RESULTS & DISCUSSIONS
Out of total 1085 reported cases of COVID-19 infection, the Random Forest model was built over the 70% of the dataset of 115 patients (37 deaths and 78 recoveries) having all the variable data used for analysis. The design of the study is shown in Figure 1. Variables selected for the machine learning analysis were Gender, Age, Date of the onsets of symptoms, Date of Hospital Visit, Visit to the Wuhan province in China, From Wuhan Province of China, Death and Recovery. The accuracy of the model was measured by calculating the Area Under the ROC (AUROC) curve during validation on the test dataset. The AUROC on the test dataset was found to be 0.97. Age was the most important variable in the model for predicting the fate which was interestingly followed by the time gap between the onset of symptoms and hospitalization. The importance of the variables in terms of Mean Decrease in Accuracy and Mean Decrease in Gini are graphically shown in Figure 2 (A, B).
In order to inspect the marginal effect of the predictors over the mortality of patients with COVID-19, we generated the partial dependency plots for the odds of Death among COVID-19 patients with Age and Days from the onset of symptoms to hospitalisation. As shown in Figure 2 (C, D), accentuation in odds of death was found with age beyond 62 years as well as beyond a time gap of 2 days between the onset of symptoms to hospitalisation. Taken together, our analysis identifies older age (>62 years) and delayed hospitalisation as the two most important predictors of mortality among patients with COVID-19.

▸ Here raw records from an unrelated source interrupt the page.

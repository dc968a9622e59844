/* bundle.c - a proximal bundle method over a box, for the decomposition's
 * prices (decomp.c), whose function is a sum of one-resource values.
 *
 * Proximal bundle method (Kiwiel 1990, "Proximity control in bundle
 * methods for convex nondifferentiable minimization", Math. Programming
 * 46; Lemarechal's survey in Handbooks in OR & MS vol. 1, 1989; cited
 * from memory), disaggregated: each component f_c keeps a cutting-plane
 * model of its own (max over its cuts), as in Frangioni's "Generalized
 * bundle methods" (SIAM J. Optim. 13, 2002), which uses the sum's
 * structure where one aggregated model would lose it. The next point
 * minimises the model plus sum_x (y_x - centre_x)^2 / (2 t d_x), d a
 * fixed diagonal metric (1 unless the caller scales: a variable's step
 * is t d_x times its slope, so blocks of prices whose subgradients differ
 * in size by orders of magnitude can move alike); the centre moves to a
 * point whose value fell by at least m1 = 0.1 of the decrease the model
 * predicted for it (a serious step), otherwise the cuts of the point
 * refine the model (a null step).
 *
 * The master problem is solved through its dual: with convex weights
 * alpha over each component's cuts, the minimiser over the box is
 *     y(alpha) = clamp(centre - t D (e + sum alpha_k g_k), lo, hi),
 * and the dual D(alpha) = sum alpha_k (a_k + g_k.y) + e.y
 * + (y - centre)' D^-1 (y - centre) / (2t) is concave and smooth, its
 * gradient the cuts' values at y(alpha), its gradient's Lipschitz
 * constant at most t times the largest eigenvalue of G'DG (G the cuts'
 * slopes). It is maximised by
 * accelerated projected gradient steps on the product of simplices
 * (Beck & Teboulle 2009, FISTA), until the model's value at y(alpha)
 * exceeds D(alpha) by at most a hundredth of the predicted decrease (half
 * of it after 3000 iterations, when a large t or the metric has made the
 * dual ill-conditioned; at most 30 000, fewer when the caller's deadline
 * passes). If the model at the point it stops at lies above f at the
 * centre, the segment back to the centre is searched (segment), so that a
 * step never predicts an increase.
 * However the master is solved, the point it gives is a feasible point
 * of the box: the caller's bound is the function's value there, never
 * the model's.
 * SPDX-License-Identifier: MIT */
#include <math.h>
#include <stdlib.h>
#include <string.h>

#include "alloc.h"
#include "clock.h"
#include "solve/bundle.h"

typedef struct bcut {
    double a;      /* the cut's constant */
    size_t *idx;   /* nnz coordinates of its slope */
    double *val;   /* nnz slope entries */
    size_t nnz;
    double alpha;  /* its weight in the master's dual, in [0, 1] */
    double v;      /* scratch: its value a + g.y at the master's point */
    long used;     /* the last step whose master gave it weight */
} bcut;

struct surety_bundle {
    size_t dim, ncomp, cap;
    double *e, *lo, *hi; /* dim each */
    double *centre;      /* dim */
    double *d;           /* dim: the diagonal metric (surety_bundle_scale) */
    double fc;           /* f at the centre */
    int have_centre;
    double t, t0;        /* proximal weight, and the first one */
    bcut *cut;           /* ncomp * cap slots, component c's from c*cap */
    size_t *ncut;        /* ncomp: cuts held */
    double *y, *w;       /* dim scratch: a point, a slope sum */
    double *pa, *pb, *pg; /* the weights' scratch (ncomp * cap each) */
    double *pp, *pq;     /* the master's last weights, the gradient at its
                          * extrapolated ones (ncomp * cap each) */
    double *ps;          /* cap: the simplex projection's scratch */
    long step;           /* steps so far */
    long serious;
    int nnull;           /* null steps since the last serious one */
    double pred;         /* the decrease the last step predicted */
    double deadline;     /* surety_clock_seconds() after which the master
                          * stops past its first 3000 iterations */
};

surety_bundle *surety_bundle_new(size_t dim, size_t ncomp, size_t cap,
                                 const double *e, const double *lo,
                                 const double *hi, double t0)
{
    surety_bundle *b = surety_xcalloc(1, sizeof *b);
    if (!b)
        return NULL;
    b->dim = dim;
    b->ncomp = ncomp;
    b->cap = cap;
    b->t = b->t0 = t0 > 0 ? t0 : 1;
    b->deadline = INFINITY;
    b->e = surety_xmalloc(dim, sizeof *b->e);
    b->lo = surety_xmalloc(dim, sizeof *b->lo);
    b->hi = surety_xmalloc(dim, sizeof *b->hi);
    b->centre = surety_xmalloc(dim, sizeof *b->centre);
    b->d = surety_xmalloc(dim, sizeof *b->d);
    b->y = surety_xmalloc(dim, sizeof *b->y);
    b->w = surety_xmalloc(dim, sizeof *b->w);
    b->cut = surety_xcalloc(ncomp * cap, sizeof *b->cut);
    b->ncut = surety_xcalloc(ncomp, sizeof *b->ncut);
    b->pa = surety_xmalloc(ncomp * cap, sizeof *b->pa);
    b->pb = surety_xmalloc(ncomp * cap, sizeof *b->pb);
    b->pg = surety_xmalloc(ncomp * cap, sizeof *b->pg);
    b->pp = surety_xmalloc(ncomp * cap, sizeof *b->pp);
    b->pq = surety_xmalloc(ncomp * cap, sizeof *b->pq);
    b->ps = surety_xmalloc(cap, sizeof *b->ps);
    if (!b->e || !b->lo || !b->hi || !b->centre || !b->d || !b->y || !b->w ||
        !b->cut || !b->ncut || !b->pa || !b->pb || !b->pg || !b->pp ||
        !b->pq || !b->ps) {
        surety_bundle_free(b);
        return NULL;
    }
    memcpy(b->e, e, dim * sizeof *e);
    memcpy(b->lo, lo, dim * sizeof *lo);
    memcpy(b->hi, hi, dim * sizeof *hi);
    for (size_t x = 0; x < dim; x++)
        b->d[x] = 1;
    return b;
}

void surety_bundle_scale(surety_bundle *b, const double *d)
{
    for (size_t x = 0; x < b->dim; x++)
        b->d[x] = d[x] > 0 && isfinite(d[x]) ? d[x] : 1;
}

void surety_bundle_deadline(surety_bundle *b, double at)
{
    b->deadline = at;
}

void surety_bundle_free(surety_bundle *b)
{
    if (!b)
        return;
    if (b->cut)
        for (size_t q = 0; q < b->ncomp * b->cap; q++) {
            surety_xfree(b->cut[q].idx);
            surety_xfree(b->cut[q].val);
        }
    surety_xfree(b->cut);
    surety_xfree(b->ncut);
    surety_xfree(b->e);
    surety_xfree(b->lo);
    surety_xfree(b->hi);
    surety_xfree(b->centre);
    surety_xfree(b->d);
    surety_xfree(b->y);
    surety_xfree(b->w);
    surety_xfree(b->pa);
    surety_xfree(b->pb);
    surety_xfree(b->pg);
    surety_xfree(b->pp);
    surety_xfree(b->pq);
    surety_xfree(b->ps);
    surety_xfree(b);
}

long surety_bundle_serious(const surety_bundle *b)
{
    return b->serious;
}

Mortality of critically ill patients of COVID-19 is high and co-morbidities including hypertension, diabetes and coronary artery disease are often present in hospitalised patients. Though 48% of the non-survivors had a co-morbid disease, in multivariate analyses, independent associations of in-hospital death were found to be present with older age, high Sequential Organ Failure Assessment (SOFA) score and elevated d-dimer levels (6). Another study has also identified older patients as a high risk group for mortality (7). In agreement with previously published studies, our analysis also identified Age to be the most important risk factor for mortality among COVID-19 patients. However, the role of delayed hospitalisation following the development of symptoms as another significant risk factor for mortality among COVID-19 patients (after Age) is being reported for the first time. The inadequacy of healthcare resources has already been reported to associate with increased mortality among COVID-19 patients (8). However, denial, neglect and inhibition of seeking healthcare support on behalf of the patients, public shame etc. could enhance the risk of mortality. Hence, public awareness of getting healthcare service and hospitalisation at the very onset of the occurrence of symptoms could potentially reduce mortality in patients of COVID-19. Validation of these predictors of mortality in future prospective studies could be useful in identifying and stratifying the risk groups as well as provide necessary healthcare services.
Data Availability
Raw data are available with open source Kaggle.
https://www.kaggle.com/sudalairajkumar/novel-corona-virus-2019-dataset#COVID19_line_list_data.csv
Author Contributions
JS and PC have contributed to the concept and design of the study, data analysis, and writing of the manuscript. Authors have full access to all the data in the study and take responsibility for the integrity and the accuracy of the data analysis. Both authors have approved the final version of the article.
Disclosure Summary
The authors declare no conflict of interest.
Acknowledgements
JS received a research fellowship from Indian Council of Medical Research (No.3/1/3/JRF-2017/HRD-LS/56429/54).